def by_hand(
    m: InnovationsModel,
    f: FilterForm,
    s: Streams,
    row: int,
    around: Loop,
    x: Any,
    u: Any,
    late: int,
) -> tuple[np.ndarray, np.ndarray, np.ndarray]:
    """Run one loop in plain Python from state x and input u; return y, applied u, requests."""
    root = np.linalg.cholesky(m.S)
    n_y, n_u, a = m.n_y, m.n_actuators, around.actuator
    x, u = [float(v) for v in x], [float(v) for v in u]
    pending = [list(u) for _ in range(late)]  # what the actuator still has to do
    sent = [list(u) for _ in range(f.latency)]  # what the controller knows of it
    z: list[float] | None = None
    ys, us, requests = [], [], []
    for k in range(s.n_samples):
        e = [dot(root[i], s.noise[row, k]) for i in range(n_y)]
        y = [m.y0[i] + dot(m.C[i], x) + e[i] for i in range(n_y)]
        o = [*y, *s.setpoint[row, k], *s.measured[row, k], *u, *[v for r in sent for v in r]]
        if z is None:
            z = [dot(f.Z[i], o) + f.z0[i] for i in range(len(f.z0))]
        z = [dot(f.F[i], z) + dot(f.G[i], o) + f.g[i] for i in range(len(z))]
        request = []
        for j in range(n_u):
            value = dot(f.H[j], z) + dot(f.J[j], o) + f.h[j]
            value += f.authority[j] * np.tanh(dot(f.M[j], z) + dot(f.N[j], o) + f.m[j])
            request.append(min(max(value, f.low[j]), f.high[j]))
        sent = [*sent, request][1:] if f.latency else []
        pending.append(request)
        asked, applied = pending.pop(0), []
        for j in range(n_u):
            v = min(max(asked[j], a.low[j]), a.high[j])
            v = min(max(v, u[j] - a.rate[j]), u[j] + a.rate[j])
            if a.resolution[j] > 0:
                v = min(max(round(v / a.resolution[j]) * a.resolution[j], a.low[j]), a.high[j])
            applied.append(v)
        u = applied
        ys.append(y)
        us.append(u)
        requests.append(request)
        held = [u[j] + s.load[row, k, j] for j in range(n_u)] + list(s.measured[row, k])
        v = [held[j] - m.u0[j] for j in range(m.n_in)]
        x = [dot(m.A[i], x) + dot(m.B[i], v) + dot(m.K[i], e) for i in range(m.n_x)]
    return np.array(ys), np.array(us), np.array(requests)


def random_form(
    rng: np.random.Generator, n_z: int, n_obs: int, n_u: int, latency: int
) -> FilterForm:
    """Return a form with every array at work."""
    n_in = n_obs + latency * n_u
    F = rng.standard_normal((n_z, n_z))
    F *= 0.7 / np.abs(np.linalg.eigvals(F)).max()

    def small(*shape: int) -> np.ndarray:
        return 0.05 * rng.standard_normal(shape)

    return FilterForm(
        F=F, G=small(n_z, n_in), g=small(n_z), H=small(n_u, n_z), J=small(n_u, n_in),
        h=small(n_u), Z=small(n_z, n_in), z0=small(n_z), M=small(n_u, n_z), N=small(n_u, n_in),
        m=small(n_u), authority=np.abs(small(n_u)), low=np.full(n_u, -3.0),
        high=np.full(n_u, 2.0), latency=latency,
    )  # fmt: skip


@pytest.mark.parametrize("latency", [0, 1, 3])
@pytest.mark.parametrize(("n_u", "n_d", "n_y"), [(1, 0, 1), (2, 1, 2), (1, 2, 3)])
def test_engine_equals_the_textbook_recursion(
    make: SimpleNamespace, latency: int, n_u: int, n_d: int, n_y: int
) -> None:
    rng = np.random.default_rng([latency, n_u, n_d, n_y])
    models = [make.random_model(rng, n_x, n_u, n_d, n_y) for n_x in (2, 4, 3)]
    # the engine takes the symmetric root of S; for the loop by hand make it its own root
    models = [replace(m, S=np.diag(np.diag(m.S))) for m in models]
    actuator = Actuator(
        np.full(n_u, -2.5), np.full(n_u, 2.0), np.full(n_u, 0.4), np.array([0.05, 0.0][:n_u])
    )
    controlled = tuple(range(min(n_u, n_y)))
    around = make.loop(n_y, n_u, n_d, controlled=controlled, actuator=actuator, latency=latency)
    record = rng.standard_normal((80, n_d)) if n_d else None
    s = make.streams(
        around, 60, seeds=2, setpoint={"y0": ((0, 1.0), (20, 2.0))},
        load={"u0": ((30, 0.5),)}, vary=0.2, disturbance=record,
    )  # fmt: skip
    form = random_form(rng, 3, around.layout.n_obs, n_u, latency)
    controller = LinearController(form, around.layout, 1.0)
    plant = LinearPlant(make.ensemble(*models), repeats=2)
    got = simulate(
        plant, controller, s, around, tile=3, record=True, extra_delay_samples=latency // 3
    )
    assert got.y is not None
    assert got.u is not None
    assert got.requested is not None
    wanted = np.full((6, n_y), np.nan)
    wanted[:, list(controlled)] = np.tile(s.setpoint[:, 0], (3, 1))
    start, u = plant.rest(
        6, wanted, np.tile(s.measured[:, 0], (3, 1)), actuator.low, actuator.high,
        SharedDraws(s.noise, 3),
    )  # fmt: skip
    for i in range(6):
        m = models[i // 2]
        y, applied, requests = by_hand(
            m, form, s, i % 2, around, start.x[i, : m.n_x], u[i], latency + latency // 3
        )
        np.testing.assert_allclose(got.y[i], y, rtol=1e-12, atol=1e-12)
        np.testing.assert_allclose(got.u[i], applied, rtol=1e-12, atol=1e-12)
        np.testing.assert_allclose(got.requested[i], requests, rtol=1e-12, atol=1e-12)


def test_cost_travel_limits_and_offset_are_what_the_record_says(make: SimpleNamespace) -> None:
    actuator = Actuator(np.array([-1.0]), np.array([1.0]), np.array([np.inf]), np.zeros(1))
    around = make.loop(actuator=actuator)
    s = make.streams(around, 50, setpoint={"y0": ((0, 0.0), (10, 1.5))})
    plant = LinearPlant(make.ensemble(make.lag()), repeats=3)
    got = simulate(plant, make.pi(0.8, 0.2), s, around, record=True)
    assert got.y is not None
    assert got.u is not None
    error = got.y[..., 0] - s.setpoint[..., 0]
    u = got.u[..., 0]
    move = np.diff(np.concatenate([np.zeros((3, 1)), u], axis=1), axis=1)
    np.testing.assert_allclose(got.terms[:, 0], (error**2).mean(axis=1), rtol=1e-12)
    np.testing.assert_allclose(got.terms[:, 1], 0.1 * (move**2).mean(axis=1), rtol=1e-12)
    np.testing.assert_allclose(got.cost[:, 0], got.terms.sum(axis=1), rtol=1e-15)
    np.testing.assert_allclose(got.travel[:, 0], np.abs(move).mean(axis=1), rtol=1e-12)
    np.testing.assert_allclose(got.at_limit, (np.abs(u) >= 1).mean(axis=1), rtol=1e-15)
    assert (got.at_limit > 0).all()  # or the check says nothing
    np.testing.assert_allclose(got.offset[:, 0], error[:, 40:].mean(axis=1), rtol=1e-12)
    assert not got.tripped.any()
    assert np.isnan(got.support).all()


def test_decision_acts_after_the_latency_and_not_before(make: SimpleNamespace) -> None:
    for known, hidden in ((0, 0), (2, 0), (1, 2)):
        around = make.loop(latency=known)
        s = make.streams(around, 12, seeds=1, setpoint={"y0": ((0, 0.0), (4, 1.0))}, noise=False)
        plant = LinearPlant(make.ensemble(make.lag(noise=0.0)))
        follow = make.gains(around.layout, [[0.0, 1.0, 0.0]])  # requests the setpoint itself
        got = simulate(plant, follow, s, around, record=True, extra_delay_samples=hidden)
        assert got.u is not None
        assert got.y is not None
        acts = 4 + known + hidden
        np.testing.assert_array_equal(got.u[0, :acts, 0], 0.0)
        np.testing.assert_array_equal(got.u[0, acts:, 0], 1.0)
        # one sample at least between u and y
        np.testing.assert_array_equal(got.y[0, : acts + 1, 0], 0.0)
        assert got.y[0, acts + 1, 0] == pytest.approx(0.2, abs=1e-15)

What is needed. Reproduce each line in the listing above that mentions the string "shape".

Response to this task.
    def small(*shape: int) -> np.ndarray:
        return 0.05 * rng.standard_normal(shape)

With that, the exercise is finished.